To explain more clearly:

Random bullshit is easy. That’s just random bullshit.

Replies, you understand that, too. I reply to people. In fact, you could probably lump that right into the “random bullshit” header and rename this the “33% rule.” I leave that in your capable hands to decide.

Self-promotion explains itself, but I want to add a note here: I generally stop following people who are only self-promoters. I don’t mind that you do it. I do it. It’s part of the point. I follow certain people because I want to see what they’re doing. Got a new book out? New blog post? New album? I want to know about it. That’s a good part of why I follow you. But if your Twitterstream is just an endless parade of masturbatory links, I may politely label your tweets “noise” rather than “signal.” Ding. Unfollowed.

“Trusted content filter” is a fancy way of saying, I sometimes see things I think are awesome, and I want to show you those things. So, I make with the linky-linky, and you make with the clicky-clicky. And next thing you know, you’re watching a grainy video where someone hunts a unicorn for sport, or you’re getting an article about Secret Beardborn Superpowers, or you’re learning how to write haiku in arterial spray. Good times. Part of why I follow people is that they are providing me with a steady stream of information and entertainment. Writing tips. Cool thoughts on game design. News about TV shows. Anything and everything.

Back to the top, though —

Sometimes, I want to see the random bullshit.

I like it when people just… mouth off. They say witty things. They talk about the crazy stuff going on in their lives, good or bad. Twitter is like a conversation at the street corner. It’s just some folks hanging out, shooting the shit. Drop in, drop out. I want to hear what’s going on in “the neighborhood.” Sometimes, I just want to hear a little random bullshit.

Follow Friday, With Crazy Super Laser Precision, Pyoo-Pyoo

I am hereby changing my Follow Friday procedures.

You may do the same, or you may give me the finger and throw a bottle at my head.

Your call.

I find the #followfriday phenomenon a little overwrought at this point. Not to say I don’t appreciate people including me in it. I do. I am very appreciative. I will note, however, that it rarely nets me any new followers. One here, one there, most times none at all. And, to be honest, I don’t usually become a follower out of #followfriday recommendations, either. Why is that, exactly?

It’s because the process generally lacks context.

Imagine: a friend of yours comes up to you on the street. They say, “Hey, you should really get together with some of my other friends.” And you’re all like, “Oh yeah?” And your friend is all like, “Yeah, you should really meet Mike Bob Bill Cassandra Betty Juniper Codpiece Hiram Ricky The Other Ricky and Little Junior.”

You’re left, blinking, jaw open. Who? What? Wuzza?

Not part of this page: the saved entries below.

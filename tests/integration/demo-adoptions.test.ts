// The demo's adoptions go through the same Checkout and webhook path as a visitor's: paid on the
// local test payment service, then made active by its signed events, with receipts and e-mails.
import { count, eq } from 'drizzle-orm';
import { afterAll, beforeAll, describe, expect, it } from 'vitest';
import { seedDemo } from '$lib/server/db/seed/demo';
import { ensureDemoAdoptions } from '$lib/server/demo-adoptions';
import { adoptions, gifts, outbox, receipts } from '$lib/server/db/schema';
import { useTestDatabase } from '../setup/test-db';
import { startTestProcessor, type TestProcessor } from './fake-processor';

process.env.MAIL_WORKER = 'off';
const db = useTestDatabase();
let processor: TestProcessor;

beforeAll(async () => {
	processor = await startTestProcessor('demo-adoptions');
	await seedDemo(db());
});
afterAll(() => processor?.stop());

describe('ensureDemoAdoptions', () => {
	it('pays three adoptions once, each becoming active with a gift, a receipt and a thank-you', async () => {
		expect(await ensureDemoAdoptions()).toBe(3);
		await processor.fake.flushWebhooks();
		const rows = await db().select().from(adoptions);
		expect(rows.map((a) => [a.kind, a.status]).sort()).toEqual([
			['classroom', 'active'],
			['gift', 'active'],
			['self', 'active']
		]);
		const [{ n: giftCount }] = await db().select({ n: count() }).from(gifts);
		const [{ n: receiptCount }] = await db().select({ n: count() }).from(receipts);
		expect([giftCount, receiptCount]).toEqual([3, 3]);
		// The gift's recipient is told at once (no delivery date was set).
		const notices = await db()
			.select()
			.from(outbox)
			.where(eq(outbox.toAddress, 'ines.gift@tideward.test'));
		expect(notices).toHaveLength(1);

		expect(await ensureDemoAdoptions()).toBe(0);
		const [{ n }] = await db().select({ n: count() }).from(adoptions);
		expect(n).toBe(3);
	});
});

That’s kind of how I feel getting the #followfriday tweets from people:

#ff @scooter @junkins @dickboy @yellowsnow @rampantasshat @mikeyp @poopoopants @aceinthehole @skeevyguy69 @analchlamydia @cockchancre @petey

I’m like, “Who the hell are these people?” If I see my name, I’ll say, “Hey, look! My name.” And then I fade out.

But if you say:

#followfriday Man, you should really follow @yellowsnow because he makes me pee blood he’s so dang funny.

…then I’m far likelier to make with the clicky-clicky and check out his tweetfeed.

Again, you do as you like. From me, expect precision-honed followfriday recommendations. Like a laser, with laser sounds. Pyoo! Pyoo! BOOSH. FOOM. *screams of the dying*

Know That Sometimes, You Gotta Take That Shit To Email

Twitter is awesome for its brevity.

Let’s all try to keep it that way.

If you want to write a letter to someone, send a letter. Do not send them 527 postcards.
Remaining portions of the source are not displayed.